* **YOUR OBJECTIVE**:
Pull each line with the string "renderings" from the entries.

[Recorded data]
───
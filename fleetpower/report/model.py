"""The report model: JSON-ready dictionaries of a unit, a fleet and a comparison.

Every figure shown on the terminal or in Markdown is taken from these dictionaries (the
same that ``--json`` prints), so the renderings can never disagree beyond the displayed
digits. Keys carry their units (``p_w``, ``s_va``, ``i_rms_a``).

Owns: the JSON shape, the refusal of NaN/infinite figures, (the number format :func:`fmt` lives in ``report.format``)
and the rows of the comparison summary shared by the terminal and Markdown renderings.
May import anything of fleetpower below it; nothing imports it but ``report`` and ``cli``.
"""

from __future__ import annotations

import math
from typing import Any

import numpy as np

from ..errors import FleetpowerError
from ..gadget_range import unique
from ..pq.spectrum import harmonic_columns
from ..simulate import StateResult
from ..unit import UnitAnalysis
from .format import fmt


def _clean(x: Any) -> Any:
    """Make a value JSON-safe: numpy scalars to Python, NaN/inf refused loudly."""
    if isinstance(x, dict):
        return {k: _clean(v) for k, v in x.items()}
    if isinstance(x, (list, tuple)):
        return [_clean(v) for v in x]
    if isinstance(x, (np.floating, float)):
        v = float(x)
        if not math.isfinite(v):
            raise FleetpowerError("a reported figure came out NaN or infinite; "
                                  "refusing to print it (please report this design)")
        return v
    if isinstance(x, (np.integer,)):
        return int(x)
    if isinstance(x, np.bool_):
        return bool(x)
    return x


def state_to_dict(r: StateResult) -> dict:
    """JSON-ready figures of one state (keys carry their units)."""
    q = r.pq
    table = harmonic_columns(q.i_h_a)
    out = {
        "state": r.state,
        "v_rms_v": q.v_rms_v,
        "i_rms_a": q.i_rms_a,
        "i_peak_a": q.i_peak_a,
        "crest_factor": q.crest_factor,
        "p_w": q.p_w,
        "s_va": q.s_va,
        "q1_var": q.q1_var,
        "p1_w": q.p1_w,
        "s1_va": q.s1_va,
        "n_var": q.n_var,
        "d_i_var": q.d_i_var,
        "pf": q.pf,
        "dpf": q.dpf,
        "thd_i_pct": q.thd_i_pct,
        "i_dc_mains_a": q.i_dc_a,
        "harmonics": [
            {"h": int(h), "i_rms_a": i_a, "pct_of_fundamental": pct,
             # an order at rounding level has no phase (pq.spectrum.PHASE_FLOOR_OF_I1)
             "phase_deg": None if math.isnan(deg) else deg}
            for h, i_a, pct, deg in zip(table["h"], table["i_rms_a"],
                                        table["pct_of_fundamental"], table["phase_deg"],
                                        strict=True)
        ],
    }
    if not r.circuit_known:
        # a measured gadget: what only a circuit tells is not known (never 0 or NaN)
        out.update({"losses_w": None, "delivered_w": None, "balance": None, "output": None,
                    "circuit_figures": r.unknown_note, "basis": r.basis,
                    "voltage_scaling": r.voltage_scaling, "notes": list(r.notes)})
        return out
    out.update({
        "losses_w": dict(r.losses_w),
        "delivered_w": r.balance.delivered_w,
        "balance": {
            "p_in_w": r.balance.p_in_w,
            "delivered_w": r.balance.delivered_w,
            "losses_w": r.balance.losses_w,
            "source_resistance_w": r.balance.source_resistance_w,
            "residual_w": r.balance.residual_w,
            "residual_pct": r.balance.residual_pct,
        },
        "output": {
            "v_dc_v": r.v_dc_v,
            "v_dc_min_v": r.v_dc_min_v,
            "ripple_v_pp": r.ripple_v_pp,
            "i_dc_a": r.i_dc_a,
            "i_load_set_a": r.load_a,
            "in_regulation": r.in_regulation,
        },
        "shooting_iterations": r.iterations,
    })
    return out


def unit_to_dict(u: UnitAnalysis) -> dict:
    """JSON-ready report of a unit analysis.

    The top level holds the design's figures and a ``states`` list; when exactly one
    state was analysed, its figures also stand at the top level.
    """
    d = u.design
    out: dict[str, Any] = {
        "design": d.name,
        "file": d.source,
        "topology": d.topology,
        "isolated": d.is_isolated,
        "caution": u.caution,
        "unit_price": d.unit_price,
        "mains": {"v_rms_v": d.mains.voltage, "f_hz": d.mains.frequency},
        "states": [state_to_dict(r) for r in u.states],
        "stresses": [
            {"item": s.item, "value": s.value, "unit": s.unit, "limit": s.limit,
             "used_pct": s.used_pct, "verdict": s.verdict, "condition": s.condition,
             "note": s.note}
            for s in u.stresses
        ],
        "warnings": list(u.warnings),
        "range_warnings": [w.to_dict() for w in u.range_warnings],
    }
    unknown = next((r.unknown_note for r in u.states if not r.circuit_known), None)
    if unknown is not None:
        out["circuit_figures"] = unknown
    if u.max_deliverable_a is not None:
        out["max_deliverable_i_dc_a"] = u.max_deliverable_a
    if u.hand is not None:
        h = u.hand
        out["hand_estimate"] = {
            "xc_ohm": h.xc_ohm, "i_cap_rms_a": h.i_cap_rms_a, "rule": h.rule,
            "hand_estimate_i_dc_a": h.hand_estimate_a, "sine_average_i_dc_a": h.sine_average_a,
            "charge_pump_i_dc_a": h.charge_pump_a, "simulated_max_i_dc_a": h.simulated_max_a,
            "explanation": h.explanation,
        }
    if u.compliance:
        out["compliance"] = list(u.compliance)
    if len(u.states) == 1:
        for k, v in out["states"][0].items():
            out.setdefault(k, v)
    return _clean(out)


# ----------------------------------------------------------------------------------
# terminal
# ----------------------------------------------------------------------------------
# ----------------------------------------------------------------------------------
# fleets
# ----------------------------------------------------------------------------------
def fleet_to_dict(r) -> dict:
    """JSON-ready report of a :class:`fleetpower.fleet.FleetResult` (units in key names)."""
    site = r.spec.site
    out = {
        "fleet": r.spec.name,
        "file": r.spec.file,
        "site": {"system": site.system_label, "v_ln_v": site.v_ln_v, "f_hz": site.f_hz,
                 "isc_a": site.isc_a, "isc_source": site.isc_source,
                 "currency": site.currency},
        "units": r.units,
        "summation": r.summation_label,
        "peak_hour": r.peak_hour,
        "peak_coincident": r.peak_coincident,
        "peak_case": r.peak_case,
        "assumptions": dict(r.assumptions),
        "p_kw": r.p_kw,
        "q1_kvar": r.q1_kvar,
        "q1_sense": "leading (capacitive)" if r.q1_kvar < 0 else "lagging (inductive)",
        "s_kva": r.s_kva,
        "s_e_kva": r.s_e_kva,
        "pf": r.pf,
        "pf_basis": r.pf_basis,
        "pf_arith": r.pf_arith,
        "dpf": r.dpf,
        "worst_phase": dict(r.worst_phase),
        "phases": [
            {"phase": f.phase, "p_kw": f.p_w / 1e3, "q1_kvar": f.q1_var / 1e3,
             "s_kva": f.s_va / 1e3, "i_rms_a": f.i_rms_a, "i1_a": f.i1_a,
             "thd_i_pct": f.thd_i_pct, "k_factor": f.k_factor,
             "k_factor_h_max": f.k_factor_h_max, "f_hl": f.f_hl,
             "i_rms_max_a": f.i_rms_max_a, "i_rms_max_case": f.i_rms_max_case,
             "harmonics_a": [abs(x) for x in f.i_h_a[1:]]}
            for f in r.phases
        ],
        "neutral": {"i_rms_a": r.neutral_i_rms_a, "i1_a": r.neutral_i1_a,
                    "i3_a": float(abs(r.neutral_i_h_a[3])),
                    "i_rms_max_a": r.neutral_max["i_rms_a"],
                    "i_rms_max_case": r.neutral_max["case"],
                    "harmonics_a": [abs(x) for x in r.neutral_i_h_a[1:]]},
        "tdd_pct": r.tdd_pct,
        "i_l_a": r.i_l_a,
        "i_l_source": r.i_l_source,
        "e_kwh_per_year": r.e_kwh_per_year,
        "energy_cost_per_year": r.energy_cost,
        "demand_cost_per_year": r.demand_cost,
        "reactive_cost_per_year": r.reactive_cost,
        "total_cost_per_year": r.total_cost_per_year,
        "co2_kg_per_year": r.co2_kg_per_year,
        "compliance": r.compliance,
        "conductors": r.conductors,
        "groups": r.groups.to_dict("records"),
        "hourly": r.hourly.to_dict("records"),
        "warnings": list(r.warnings),
        "range_warnings": [w.to_dict() for w in r.range_warnings],
        "failures": list(r.failures),
    }
    if r.measured:
        out["measured"] = list(r.measured)
    return _clean(out)


# ----------------------------------------------------------------------------------
# comparisons
# ----------------------------------------------------------------------------------
#: rows of the comparison summary: (label, key, significant digits, unit or currency flag)
COMPARE_ROWS = (
    ("per unit", None, 0, ""),
    ("price", "unit_price", 3, "$"),
    ("standby P", "standby_p_w", 3, "W"),
    ("active P", "active_p_w", 3, "W"),
    ("apparent S (max)", "s_va", 3, "VA"),
    ("power factor", "pf", 3, ""),
    ("THD of current", "thd_i_pct", 3, "%"),
    ("per fleet", None, 0, ""),
    ("units replaced", "replaced_units", 0, ""),
    ("real P at peak", "fleet_p_kw", 4, "kW"),
    ("apparent S at peak", "fleet_s_kva", 4, "kVA"),
    ("Q1 at peak", "fleet_q1_kvar", 4, "kvar"),
    ("worst phase I (any hour)", "phase_i_rms_a", 3, "A"),
    ("neutral I (any hour)", "neutral_i_rms_a", 3, "A"),
    ("energy per year", "e_kwh_per_year", 4, "kWh"),
    ("running cost/year", "running_cost_per_year", 4, "$"),
    ("CO2 per year", "co2_kg_per_year", 4, "kg"),
    ("over the life", None, 0, ""),
    ("purchase", "purchase_cost", 4, "$"),
    ("lifetime cost", "lifetime_cost", 4, "$"),
)


def compare_to_dict(cmp) -> dict:
    """JSON-ready report of a :class:`fleetpower.compare.Comparison`."""
    from ..compare import comparison_table

    table = comparison_table(cmp)
    designs = []
    for c, row in zip(cmp.candidates, table.to_dict("records"), strict=True):
        d = dict(row)
        d["letter"] = chr(ord("A") + len(designs))
        d["file"] = str(c.path)
        d["safety"] = safety_label(c.design.is_isolated)
        d["failures"] = [f.text for f in c.failures]
        d["needs"] = [f.need for f in c.failures]
        d["collapsed_states"] = c.collapsed_states
        d["unit_compliance"] = c.unit_compliance
        d["fleet_compliance"] = c.fleet.compliance
        d["conductors"] = c.fleet.conductors
        d["lifetime_by_year"] = [
            {"year": int(y), "cost": r.cost, "cost_cumulative_discounted":
             r.cost_cumulative_discounted}
            for y, r in c.lifetime.iterrows()
        ]
        d["groups"] = c.fleet.groups.to_dict("records")
        d["range_warnings"] = [w.to_dict() for w in unique(
            [*c.unit.range_warnings, *c.fleet.range_warnings])]
        designs.append(d)
    outside = unique(w for c in cmp.candidates
                     for w in (*c.unit.range_warnings, *c.fleet.range_warnings))
    return _clean({
        "fleet": cmp.fleet_name,
        "file": cmp.fleet_file,
        "currency": cmp.currency,
        "service_life_years": cmp.years,
        "discount_rate": cmp.rate,
        "energy_escalation": cmp.escalation,
        "designs": designs,
        "paybacks": cmp.paybacks,
        "payback_baseline": cmp.baseline,
        "shared_failures": [f.text for f in cmp.shared_failures],
        "recommendation": cmp.recommendation,
        **({"basis": cmp.basis} if getattr(cmp, "basis", None) else {}),
        "caution": _compare_caution([c.design.is_isolated for c in cmp.candidates]),
        "warnings": [w.message for w in outside],
        "range_warnings": [w.to_dict() for w in outside],
    })


def _compare_caution(isolated: list[bool | None]) -> str | None:
    if any(x is False for x in isolated):
        return ("Non-isolated candidates put everything on their output at mains "
                "potential; enclose them fully and follow local codes and licensed "
                "practice.")
    if any(x is None for x in isolated):
        return ("Some candidates do not declare whether their output is isolated; treat "
                "it as possibly at mains potential until their documentation says so.")
    return None


def safety_label(isolated: bool | None) -> str:
    """How a design's isolation is stated in reports (None: the file does not say)."""
    if isolated is None:
        return "isolation not known (not declared)"
    return "isolated" if isolated else "NOT isolated: output at mains potential"


def compare_cell(d: dict, key: str, digits: int, unit: str, currency: str) -> str:
    v = d[key]
    if key == "replaced_units":
        return f"{int(v):,}"
    unit = currency if unit == "$" else unit
    return fmt(v, digits, unit)


#: figures marked on a candidate that cannot power its load (those of a collapsed supply)
COLLAPSE_MARKED = ("e_kwh_per_year", "running_cost_per_year", "co2_kg_per_year",
                   "lifetime_cost")
COLLAPSE_NOTE = ("* {who}: cannot power its load ({states}); its energy and cost are those "
                 "of a supply that has collapsed, not of one doing its job.")


def marked_cell(d: dict, key: str, digits: int, unit: str, currency: str) -> str:
    """:func:`compare_cell`, with `` *`` on the energy and cost of a collapsed supply."""
    text = compare_cell(d, key, digits, unit, currency)
    return text + " *" if d.get("collapsed") and key in COLLAPSE_MARKED else text


def collapse_notes(d: dict) -> list[str]:
    """One footnote per collapsed candidate of a comparison report dict."""
    return [COLLAPSE_NOTE.format(who=f"{x['letter']} ({x['design']})",
                                 states=", ".join(f"state '{s}'" for s in x["collapsed_states"]))
            for x in d["designs"] if x.get("collapsed")]


__all__ = ["state_to_dict", "unit_to_dict", "fleet_to_dict", "compare_to_dict", "fmt",
           "COMPARE_ROWS", "compare_cell", "marked_cell", "collapse_notes"]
───
* **EXPECTED ANSWER**:
same that ``--json`` prints), so the renderings can never disagree beyond the displayed
and the rows of the comparison summary shared by the terminal and Markdown renderings.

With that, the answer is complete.